One thing you could play with is to see whether what side initializes the transfer makes a difference, so measuring for:

–mode=push
–mode=pull
–mode=relay

wexi79 · April 5, 2018, 9:30am

Hello,

I did some testing with different modes and there is no significant difference, push mode is maybe a tiny bit faster but still very slow.

wexi79 · April 5, 2018, 2:15pm

Also transferring a large file over with SFTP achieves “normal” speeds

stgraber · April 5, 2018, 2:25pm

Not sure if easily doable for you, but could you create a non-zfs storage pool on the source server, create a container using it and then attempt to transfer that to the target?
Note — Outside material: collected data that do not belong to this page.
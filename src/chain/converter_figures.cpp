#include "chain/converter_figures.h"

#include <cmath>

#include "budget/budget.h"

namespace hushgain {

double EffectiveBits(double sinad_db) {
  return (sinad_db - 10.0 * std::log10(1.5)) / (20.0 * std::log10(2.0));
}

AdcFigures ConverterFigures(const ChainAdc& adc, double analog_rms_v) {
  AdcFigures a;
  a.lsb_v = AdcLsbV(adc);
  a.quantization_rms_v = QuantizationRmsV(adc);
  a.own_noise_rms_v = AdcOwnNoiseRmsV(adc);
  const double n = std::sqrt(analog_rms_v * analog_rms_v +
                             a.own_noise_rms_v * a.own_noise_rms_v +
                             a.quantization_rms_v * a.quantization_rms_v);
  const double fs = adc.full_scale_v;
  a.noise_lsb_rms = n / a.lsb_v;
  a.snr_db = 20.0 * std::log10(fs / (2.0 * std::sqrt(2.0)) / n);
  a.enob_bits = EffectiveBits(a.snr_db);
  a.noise_free_bits = std::log2(fs / (kPeakToPeakPerRms * n));
  a.effective_resolution_bits = std::log2(fs / n);
  return a;
}

}  // namespace hushgain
That would cause LXD to use rsync rather than zfs send/receive for transfer so could be useful to confirm whether that’s the problem.

stgraber@castiana:~$ lxc storage create test dir
Storage pool test created
stgraber@castiana:~$ lxc init ubuntu:16.04 transfer-test -s test
Creating transfer-test
stgraber@castiana:~$ lxc copy transfer-test s-sateda:
stgraber@castiana:~$ lxc delete -f transfer-test            
stgraber@castiana:~$ lxc storage delete test
Storage pool test deleted
stgraber@castiana:~$ lxc delete s-sateda:transfer-test
stgraber@castiana:~$

wexi79 · April 5, 2018, 3:46pm

OK, transfer speed when copying the dir container was 2-3 times better… So it seems that the bottleneck is the zfs on the source server… Any ideas what can be done about that?

stgraber · April 5, 2018, 4:02pm

It can be a few different things. It can be the zfs send chunking being particularly bad in this scenario, that’s been causing performance issues when piping zfs send over the network before.

It could also just be some zpool performance problem.

One thing you could try to do is:

root@castiana:~# zfs snapshot castiana/lxd/containers/c1@test
root@castiana:~# time zfs send castiana/lxd/containers/c1@test > /dev/null

real	0m2.073s
user	0m0.004s
sys	0m0.911s
root@castiana:~# zfs destroy castiana/lxd/containers/c1@test
root@castiana:~#

stgraber · April 5, 2018, 4:03pm

That would get you your best case scenario transfer speed from the source.

wexi79 · April 5, 2018, 4:44pm

Ok, I tried with a snapshot from a 6.6GB container… and it took forever:

root@lxd1:~# time zfs send lxd/containers/netto@test > /dev/null

real 27m23.755s
user 0m0.000s
sys 6m45.448s

wexi79 · April 5, 2018, 5:13pm

In comparison on my workstation a ~7GB container:

root@wz620:~# time zfs send lxd/containers/neos-dev@test > /dev/null

real 0m38.501s
user 0m0.008s
sys 0m20.264s

stgraber · April 5, 2018, 5:19pm

Ok, so that would indicate a ZFS problem rather than a LXD one then.

wexi79 · April 5, 2018, 5:39pm

Seems so, I’ll have to investigate further why the ZFS on this server is acting out.